Show all lines from the records below in which the string "runRevision" is present.
|---|
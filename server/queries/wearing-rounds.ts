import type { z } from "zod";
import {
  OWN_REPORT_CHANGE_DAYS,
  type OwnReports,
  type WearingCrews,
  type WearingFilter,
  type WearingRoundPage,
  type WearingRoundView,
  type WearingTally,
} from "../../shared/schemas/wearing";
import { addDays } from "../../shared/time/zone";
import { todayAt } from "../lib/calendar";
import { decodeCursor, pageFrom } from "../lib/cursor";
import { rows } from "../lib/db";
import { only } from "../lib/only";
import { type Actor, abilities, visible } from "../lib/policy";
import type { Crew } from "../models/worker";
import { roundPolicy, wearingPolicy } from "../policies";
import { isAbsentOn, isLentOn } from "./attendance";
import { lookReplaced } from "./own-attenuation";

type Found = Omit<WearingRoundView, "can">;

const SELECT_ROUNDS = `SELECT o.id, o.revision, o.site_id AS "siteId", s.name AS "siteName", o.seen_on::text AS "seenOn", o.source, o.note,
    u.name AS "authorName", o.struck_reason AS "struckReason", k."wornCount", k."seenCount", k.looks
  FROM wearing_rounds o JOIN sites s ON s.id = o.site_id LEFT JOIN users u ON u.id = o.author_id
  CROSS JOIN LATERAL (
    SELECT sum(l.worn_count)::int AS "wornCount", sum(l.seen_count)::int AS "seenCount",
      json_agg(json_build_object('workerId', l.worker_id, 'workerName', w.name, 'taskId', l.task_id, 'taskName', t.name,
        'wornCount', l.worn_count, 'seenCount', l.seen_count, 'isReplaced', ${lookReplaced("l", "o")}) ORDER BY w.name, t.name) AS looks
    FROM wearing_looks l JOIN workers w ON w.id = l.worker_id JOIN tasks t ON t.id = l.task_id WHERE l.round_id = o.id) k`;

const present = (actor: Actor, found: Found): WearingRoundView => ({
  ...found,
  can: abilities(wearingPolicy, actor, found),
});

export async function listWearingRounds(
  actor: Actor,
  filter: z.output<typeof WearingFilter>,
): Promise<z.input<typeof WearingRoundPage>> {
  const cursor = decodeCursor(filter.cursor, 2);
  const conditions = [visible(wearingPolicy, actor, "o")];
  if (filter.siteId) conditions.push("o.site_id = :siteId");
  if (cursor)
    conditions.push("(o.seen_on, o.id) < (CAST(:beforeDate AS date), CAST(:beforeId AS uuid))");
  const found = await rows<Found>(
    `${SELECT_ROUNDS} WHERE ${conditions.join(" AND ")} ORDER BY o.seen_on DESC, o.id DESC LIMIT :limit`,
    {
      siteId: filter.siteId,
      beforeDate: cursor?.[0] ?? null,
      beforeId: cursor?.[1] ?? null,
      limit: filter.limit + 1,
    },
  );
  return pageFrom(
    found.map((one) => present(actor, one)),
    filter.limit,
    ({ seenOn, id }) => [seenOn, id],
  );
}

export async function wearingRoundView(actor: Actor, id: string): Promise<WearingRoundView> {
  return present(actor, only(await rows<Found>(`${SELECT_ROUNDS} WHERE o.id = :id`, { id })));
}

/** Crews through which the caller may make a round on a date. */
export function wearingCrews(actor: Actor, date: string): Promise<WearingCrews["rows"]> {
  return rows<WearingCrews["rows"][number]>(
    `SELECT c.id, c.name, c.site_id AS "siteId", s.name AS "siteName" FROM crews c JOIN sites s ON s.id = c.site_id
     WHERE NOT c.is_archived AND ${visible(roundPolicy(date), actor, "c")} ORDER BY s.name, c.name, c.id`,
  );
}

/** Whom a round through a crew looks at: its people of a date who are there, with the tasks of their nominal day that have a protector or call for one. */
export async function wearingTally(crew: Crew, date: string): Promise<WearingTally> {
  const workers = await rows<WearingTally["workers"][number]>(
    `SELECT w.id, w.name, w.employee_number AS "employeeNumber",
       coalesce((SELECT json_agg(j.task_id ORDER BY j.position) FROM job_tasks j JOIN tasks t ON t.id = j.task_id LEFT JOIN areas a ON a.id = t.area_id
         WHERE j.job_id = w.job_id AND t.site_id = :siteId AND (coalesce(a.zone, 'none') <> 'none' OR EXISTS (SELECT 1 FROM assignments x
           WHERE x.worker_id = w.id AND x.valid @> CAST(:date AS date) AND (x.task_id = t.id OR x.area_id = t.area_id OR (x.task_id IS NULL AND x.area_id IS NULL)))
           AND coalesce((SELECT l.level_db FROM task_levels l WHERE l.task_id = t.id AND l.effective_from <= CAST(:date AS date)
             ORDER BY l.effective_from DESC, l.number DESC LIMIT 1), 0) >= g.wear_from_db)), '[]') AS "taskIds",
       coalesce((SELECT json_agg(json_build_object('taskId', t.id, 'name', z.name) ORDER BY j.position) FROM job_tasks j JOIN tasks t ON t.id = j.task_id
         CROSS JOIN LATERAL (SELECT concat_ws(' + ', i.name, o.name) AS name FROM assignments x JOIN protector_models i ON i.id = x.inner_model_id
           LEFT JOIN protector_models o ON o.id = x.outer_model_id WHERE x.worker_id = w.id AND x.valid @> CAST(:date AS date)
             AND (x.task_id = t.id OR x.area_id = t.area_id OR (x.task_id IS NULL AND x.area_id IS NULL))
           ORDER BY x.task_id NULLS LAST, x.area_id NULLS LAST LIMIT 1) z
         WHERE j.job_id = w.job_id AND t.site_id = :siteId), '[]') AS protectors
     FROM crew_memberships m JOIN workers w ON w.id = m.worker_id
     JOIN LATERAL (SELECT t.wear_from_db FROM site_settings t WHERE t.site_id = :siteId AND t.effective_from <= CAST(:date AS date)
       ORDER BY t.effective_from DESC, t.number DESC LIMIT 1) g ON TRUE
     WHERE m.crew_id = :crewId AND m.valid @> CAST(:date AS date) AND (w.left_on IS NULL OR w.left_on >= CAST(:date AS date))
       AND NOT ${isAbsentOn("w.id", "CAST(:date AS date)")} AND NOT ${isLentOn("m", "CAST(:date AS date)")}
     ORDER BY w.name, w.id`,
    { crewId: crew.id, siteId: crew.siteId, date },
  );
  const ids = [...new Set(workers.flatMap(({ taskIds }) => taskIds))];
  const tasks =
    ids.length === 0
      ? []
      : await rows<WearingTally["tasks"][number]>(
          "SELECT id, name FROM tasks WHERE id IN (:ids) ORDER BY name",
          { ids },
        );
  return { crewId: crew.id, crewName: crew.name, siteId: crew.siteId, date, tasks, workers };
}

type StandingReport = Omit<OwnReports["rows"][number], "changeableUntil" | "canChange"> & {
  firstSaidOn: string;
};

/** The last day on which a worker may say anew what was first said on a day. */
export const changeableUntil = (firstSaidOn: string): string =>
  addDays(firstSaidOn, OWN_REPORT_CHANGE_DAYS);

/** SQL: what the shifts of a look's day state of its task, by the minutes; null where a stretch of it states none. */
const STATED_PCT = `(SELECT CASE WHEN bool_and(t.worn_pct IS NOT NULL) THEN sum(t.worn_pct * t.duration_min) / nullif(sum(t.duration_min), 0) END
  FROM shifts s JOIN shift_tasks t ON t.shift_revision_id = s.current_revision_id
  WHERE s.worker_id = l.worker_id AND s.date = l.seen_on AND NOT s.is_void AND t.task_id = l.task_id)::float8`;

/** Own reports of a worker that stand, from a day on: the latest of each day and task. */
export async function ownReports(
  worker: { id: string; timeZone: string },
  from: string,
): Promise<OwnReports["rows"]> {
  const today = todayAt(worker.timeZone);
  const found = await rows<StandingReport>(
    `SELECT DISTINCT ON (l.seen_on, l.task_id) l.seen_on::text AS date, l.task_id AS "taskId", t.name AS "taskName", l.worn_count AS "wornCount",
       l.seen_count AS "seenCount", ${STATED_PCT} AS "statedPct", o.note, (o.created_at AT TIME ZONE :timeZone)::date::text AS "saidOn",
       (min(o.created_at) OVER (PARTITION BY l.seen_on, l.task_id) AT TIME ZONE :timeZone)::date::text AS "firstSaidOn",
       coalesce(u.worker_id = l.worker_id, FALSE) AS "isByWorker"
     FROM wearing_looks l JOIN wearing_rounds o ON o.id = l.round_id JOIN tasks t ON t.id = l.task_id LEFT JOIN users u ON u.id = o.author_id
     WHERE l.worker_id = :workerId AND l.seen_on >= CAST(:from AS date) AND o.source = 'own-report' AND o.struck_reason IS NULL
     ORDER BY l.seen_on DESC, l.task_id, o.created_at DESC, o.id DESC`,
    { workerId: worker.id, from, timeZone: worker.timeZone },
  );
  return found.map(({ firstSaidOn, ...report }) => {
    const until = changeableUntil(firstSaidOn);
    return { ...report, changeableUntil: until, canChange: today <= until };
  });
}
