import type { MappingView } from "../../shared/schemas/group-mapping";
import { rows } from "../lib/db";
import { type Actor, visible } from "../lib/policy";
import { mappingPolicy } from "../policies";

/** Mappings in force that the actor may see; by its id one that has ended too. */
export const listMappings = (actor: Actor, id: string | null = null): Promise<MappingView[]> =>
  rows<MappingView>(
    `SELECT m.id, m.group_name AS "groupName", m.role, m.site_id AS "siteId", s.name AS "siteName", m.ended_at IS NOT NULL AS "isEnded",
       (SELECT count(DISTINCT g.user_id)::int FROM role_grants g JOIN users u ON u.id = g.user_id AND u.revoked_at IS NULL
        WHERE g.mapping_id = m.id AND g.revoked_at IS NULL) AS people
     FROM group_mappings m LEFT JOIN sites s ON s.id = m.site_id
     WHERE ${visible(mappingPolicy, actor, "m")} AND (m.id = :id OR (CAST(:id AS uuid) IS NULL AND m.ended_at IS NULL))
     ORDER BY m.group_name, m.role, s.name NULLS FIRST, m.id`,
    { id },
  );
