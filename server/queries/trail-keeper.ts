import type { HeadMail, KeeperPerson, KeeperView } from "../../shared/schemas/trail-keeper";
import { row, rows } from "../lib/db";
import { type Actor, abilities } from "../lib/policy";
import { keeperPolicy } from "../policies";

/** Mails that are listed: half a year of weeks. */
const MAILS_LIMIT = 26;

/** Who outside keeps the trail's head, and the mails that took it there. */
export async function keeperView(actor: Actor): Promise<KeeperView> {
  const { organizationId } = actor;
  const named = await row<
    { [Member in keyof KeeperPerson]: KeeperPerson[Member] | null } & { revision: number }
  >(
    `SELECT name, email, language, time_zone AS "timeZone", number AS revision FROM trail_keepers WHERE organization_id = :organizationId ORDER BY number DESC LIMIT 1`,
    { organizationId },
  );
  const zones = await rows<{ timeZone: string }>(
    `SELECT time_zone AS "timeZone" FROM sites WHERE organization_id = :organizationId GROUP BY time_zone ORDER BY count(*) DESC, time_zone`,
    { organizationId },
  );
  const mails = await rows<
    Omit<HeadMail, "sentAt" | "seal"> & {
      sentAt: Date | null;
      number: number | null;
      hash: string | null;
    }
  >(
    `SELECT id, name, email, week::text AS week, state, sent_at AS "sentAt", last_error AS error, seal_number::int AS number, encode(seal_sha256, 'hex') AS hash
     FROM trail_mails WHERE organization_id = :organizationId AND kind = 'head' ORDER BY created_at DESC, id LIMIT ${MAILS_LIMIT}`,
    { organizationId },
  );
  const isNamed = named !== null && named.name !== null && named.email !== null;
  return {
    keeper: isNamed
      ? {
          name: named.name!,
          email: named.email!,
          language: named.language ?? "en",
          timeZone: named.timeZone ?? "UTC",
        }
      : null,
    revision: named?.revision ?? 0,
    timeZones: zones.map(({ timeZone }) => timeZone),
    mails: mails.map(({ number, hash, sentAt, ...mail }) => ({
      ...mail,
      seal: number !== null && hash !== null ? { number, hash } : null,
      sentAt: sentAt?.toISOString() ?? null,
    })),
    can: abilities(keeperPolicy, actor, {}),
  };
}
|---|
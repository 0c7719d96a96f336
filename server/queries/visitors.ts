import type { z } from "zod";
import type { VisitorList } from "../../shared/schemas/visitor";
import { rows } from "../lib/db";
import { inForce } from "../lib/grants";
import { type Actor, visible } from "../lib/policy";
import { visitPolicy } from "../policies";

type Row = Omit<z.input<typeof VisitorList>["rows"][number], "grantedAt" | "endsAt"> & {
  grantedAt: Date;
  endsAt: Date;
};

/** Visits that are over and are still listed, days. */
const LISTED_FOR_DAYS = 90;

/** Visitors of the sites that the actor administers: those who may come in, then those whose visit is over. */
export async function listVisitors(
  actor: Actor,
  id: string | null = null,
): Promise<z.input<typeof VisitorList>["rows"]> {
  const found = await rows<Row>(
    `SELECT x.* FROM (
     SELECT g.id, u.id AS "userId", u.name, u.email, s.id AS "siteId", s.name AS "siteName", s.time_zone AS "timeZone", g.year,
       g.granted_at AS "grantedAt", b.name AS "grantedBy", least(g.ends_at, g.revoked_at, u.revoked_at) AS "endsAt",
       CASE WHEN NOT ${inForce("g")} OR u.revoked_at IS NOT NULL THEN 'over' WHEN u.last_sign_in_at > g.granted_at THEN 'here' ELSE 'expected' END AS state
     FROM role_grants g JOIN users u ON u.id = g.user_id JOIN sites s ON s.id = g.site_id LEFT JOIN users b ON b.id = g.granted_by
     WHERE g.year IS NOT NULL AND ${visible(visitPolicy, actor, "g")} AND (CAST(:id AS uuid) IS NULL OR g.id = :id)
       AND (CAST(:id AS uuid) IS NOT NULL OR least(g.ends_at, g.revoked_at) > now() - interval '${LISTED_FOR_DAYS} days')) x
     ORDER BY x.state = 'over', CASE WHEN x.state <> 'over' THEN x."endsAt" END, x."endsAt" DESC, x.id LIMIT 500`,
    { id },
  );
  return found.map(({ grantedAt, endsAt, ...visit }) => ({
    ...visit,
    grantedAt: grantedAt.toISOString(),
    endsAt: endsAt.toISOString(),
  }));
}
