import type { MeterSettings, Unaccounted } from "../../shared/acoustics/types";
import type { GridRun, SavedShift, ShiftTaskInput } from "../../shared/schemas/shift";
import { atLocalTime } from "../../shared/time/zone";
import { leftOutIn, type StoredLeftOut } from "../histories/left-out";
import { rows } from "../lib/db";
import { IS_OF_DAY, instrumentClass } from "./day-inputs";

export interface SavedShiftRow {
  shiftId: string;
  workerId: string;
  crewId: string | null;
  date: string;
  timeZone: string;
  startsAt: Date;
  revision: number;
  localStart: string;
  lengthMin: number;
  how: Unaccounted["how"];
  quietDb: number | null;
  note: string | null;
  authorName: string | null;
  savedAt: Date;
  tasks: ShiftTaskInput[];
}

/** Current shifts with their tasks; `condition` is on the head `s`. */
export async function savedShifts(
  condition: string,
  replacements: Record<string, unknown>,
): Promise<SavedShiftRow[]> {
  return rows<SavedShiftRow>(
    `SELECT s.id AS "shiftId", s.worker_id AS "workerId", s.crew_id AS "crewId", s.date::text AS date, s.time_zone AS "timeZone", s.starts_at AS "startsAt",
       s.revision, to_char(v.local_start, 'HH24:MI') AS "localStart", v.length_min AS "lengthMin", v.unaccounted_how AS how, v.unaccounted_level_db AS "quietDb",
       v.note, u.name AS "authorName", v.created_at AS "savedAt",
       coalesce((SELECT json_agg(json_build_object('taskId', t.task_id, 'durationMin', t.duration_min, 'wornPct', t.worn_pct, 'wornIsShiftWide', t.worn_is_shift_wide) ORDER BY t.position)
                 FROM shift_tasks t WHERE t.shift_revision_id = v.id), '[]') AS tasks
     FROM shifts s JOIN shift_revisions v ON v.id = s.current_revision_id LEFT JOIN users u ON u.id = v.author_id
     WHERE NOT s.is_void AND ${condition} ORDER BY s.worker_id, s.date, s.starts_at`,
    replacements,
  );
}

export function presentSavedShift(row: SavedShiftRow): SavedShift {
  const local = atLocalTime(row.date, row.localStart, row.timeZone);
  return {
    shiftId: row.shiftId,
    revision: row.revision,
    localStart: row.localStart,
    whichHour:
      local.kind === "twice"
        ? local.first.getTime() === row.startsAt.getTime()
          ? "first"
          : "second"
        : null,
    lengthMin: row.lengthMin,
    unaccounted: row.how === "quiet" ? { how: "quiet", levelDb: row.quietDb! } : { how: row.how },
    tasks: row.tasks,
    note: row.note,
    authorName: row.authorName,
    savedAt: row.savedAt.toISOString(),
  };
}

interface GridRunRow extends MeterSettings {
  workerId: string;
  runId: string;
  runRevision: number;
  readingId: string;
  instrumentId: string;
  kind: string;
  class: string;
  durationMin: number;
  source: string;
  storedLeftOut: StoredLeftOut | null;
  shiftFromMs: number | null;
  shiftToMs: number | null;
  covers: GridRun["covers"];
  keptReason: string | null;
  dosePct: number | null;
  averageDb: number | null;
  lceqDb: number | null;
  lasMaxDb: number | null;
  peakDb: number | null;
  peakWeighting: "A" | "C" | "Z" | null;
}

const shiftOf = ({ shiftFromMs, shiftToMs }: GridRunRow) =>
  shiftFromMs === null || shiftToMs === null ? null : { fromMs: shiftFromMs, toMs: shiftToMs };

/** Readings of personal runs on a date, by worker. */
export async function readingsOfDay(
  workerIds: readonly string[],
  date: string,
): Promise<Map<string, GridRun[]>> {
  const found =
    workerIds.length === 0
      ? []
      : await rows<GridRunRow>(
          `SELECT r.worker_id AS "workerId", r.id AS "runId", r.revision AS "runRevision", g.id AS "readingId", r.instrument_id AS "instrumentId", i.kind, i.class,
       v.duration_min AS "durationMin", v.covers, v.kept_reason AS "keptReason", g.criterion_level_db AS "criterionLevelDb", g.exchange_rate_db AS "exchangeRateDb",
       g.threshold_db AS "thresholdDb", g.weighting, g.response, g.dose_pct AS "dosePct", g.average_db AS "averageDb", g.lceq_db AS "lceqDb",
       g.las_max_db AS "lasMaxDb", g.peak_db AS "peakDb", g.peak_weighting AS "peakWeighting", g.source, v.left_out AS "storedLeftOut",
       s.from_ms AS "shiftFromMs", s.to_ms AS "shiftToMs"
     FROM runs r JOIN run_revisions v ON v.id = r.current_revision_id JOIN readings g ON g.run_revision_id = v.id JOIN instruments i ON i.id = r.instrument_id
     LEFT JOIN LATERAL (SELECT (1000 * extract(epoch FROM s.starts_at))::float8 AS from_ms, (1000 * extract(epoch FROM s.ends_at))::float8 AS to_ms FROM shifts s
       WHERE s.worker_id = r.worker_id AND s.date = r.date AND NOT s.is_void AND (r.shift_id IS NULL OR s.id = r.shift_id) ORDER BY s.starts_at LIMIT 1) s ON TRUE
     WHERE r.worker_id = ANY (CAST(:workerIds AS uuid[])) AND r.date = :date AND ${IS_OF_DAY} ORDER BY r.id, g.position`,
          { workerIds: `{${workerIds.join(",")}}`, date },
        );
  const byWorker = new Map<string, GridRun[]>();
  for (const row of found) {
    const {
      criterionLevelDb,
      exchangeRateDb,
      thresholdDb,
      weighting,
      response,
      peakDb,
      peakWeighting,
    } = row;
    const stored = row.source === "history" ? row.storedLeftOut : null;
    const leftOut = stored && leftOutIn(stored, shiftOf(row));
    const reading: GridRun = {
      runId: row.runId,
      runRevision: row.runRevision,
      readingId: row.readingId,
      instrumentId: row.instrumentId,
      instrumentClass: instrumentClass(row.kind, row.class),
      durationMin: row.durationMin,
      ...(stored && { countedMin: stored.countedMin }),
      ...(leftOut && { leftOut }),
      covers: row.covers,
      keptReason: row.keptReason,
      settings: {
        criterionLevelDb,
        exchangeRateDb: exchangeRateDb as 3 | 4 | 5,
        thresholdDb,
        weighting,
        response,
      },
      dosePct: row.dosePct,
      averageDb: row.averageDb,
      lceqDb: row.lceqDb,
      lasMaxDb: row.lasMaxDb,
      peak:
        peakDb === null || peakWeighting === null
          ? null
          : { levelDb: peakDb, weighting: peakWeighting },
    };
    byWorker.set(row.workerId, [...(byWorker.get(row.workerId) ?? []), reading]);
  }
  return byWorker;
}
|---|
EXPECTED ANSWER:
  runRevision: number;
          `SELECT r.worker_id AS "workerId", r.id AS "runId", r.revision AS "runRevision", g.id AS "readingId", r.instrument_id AS "instrumentId", i.kind, i.class,
      runRevision: row.runRevision,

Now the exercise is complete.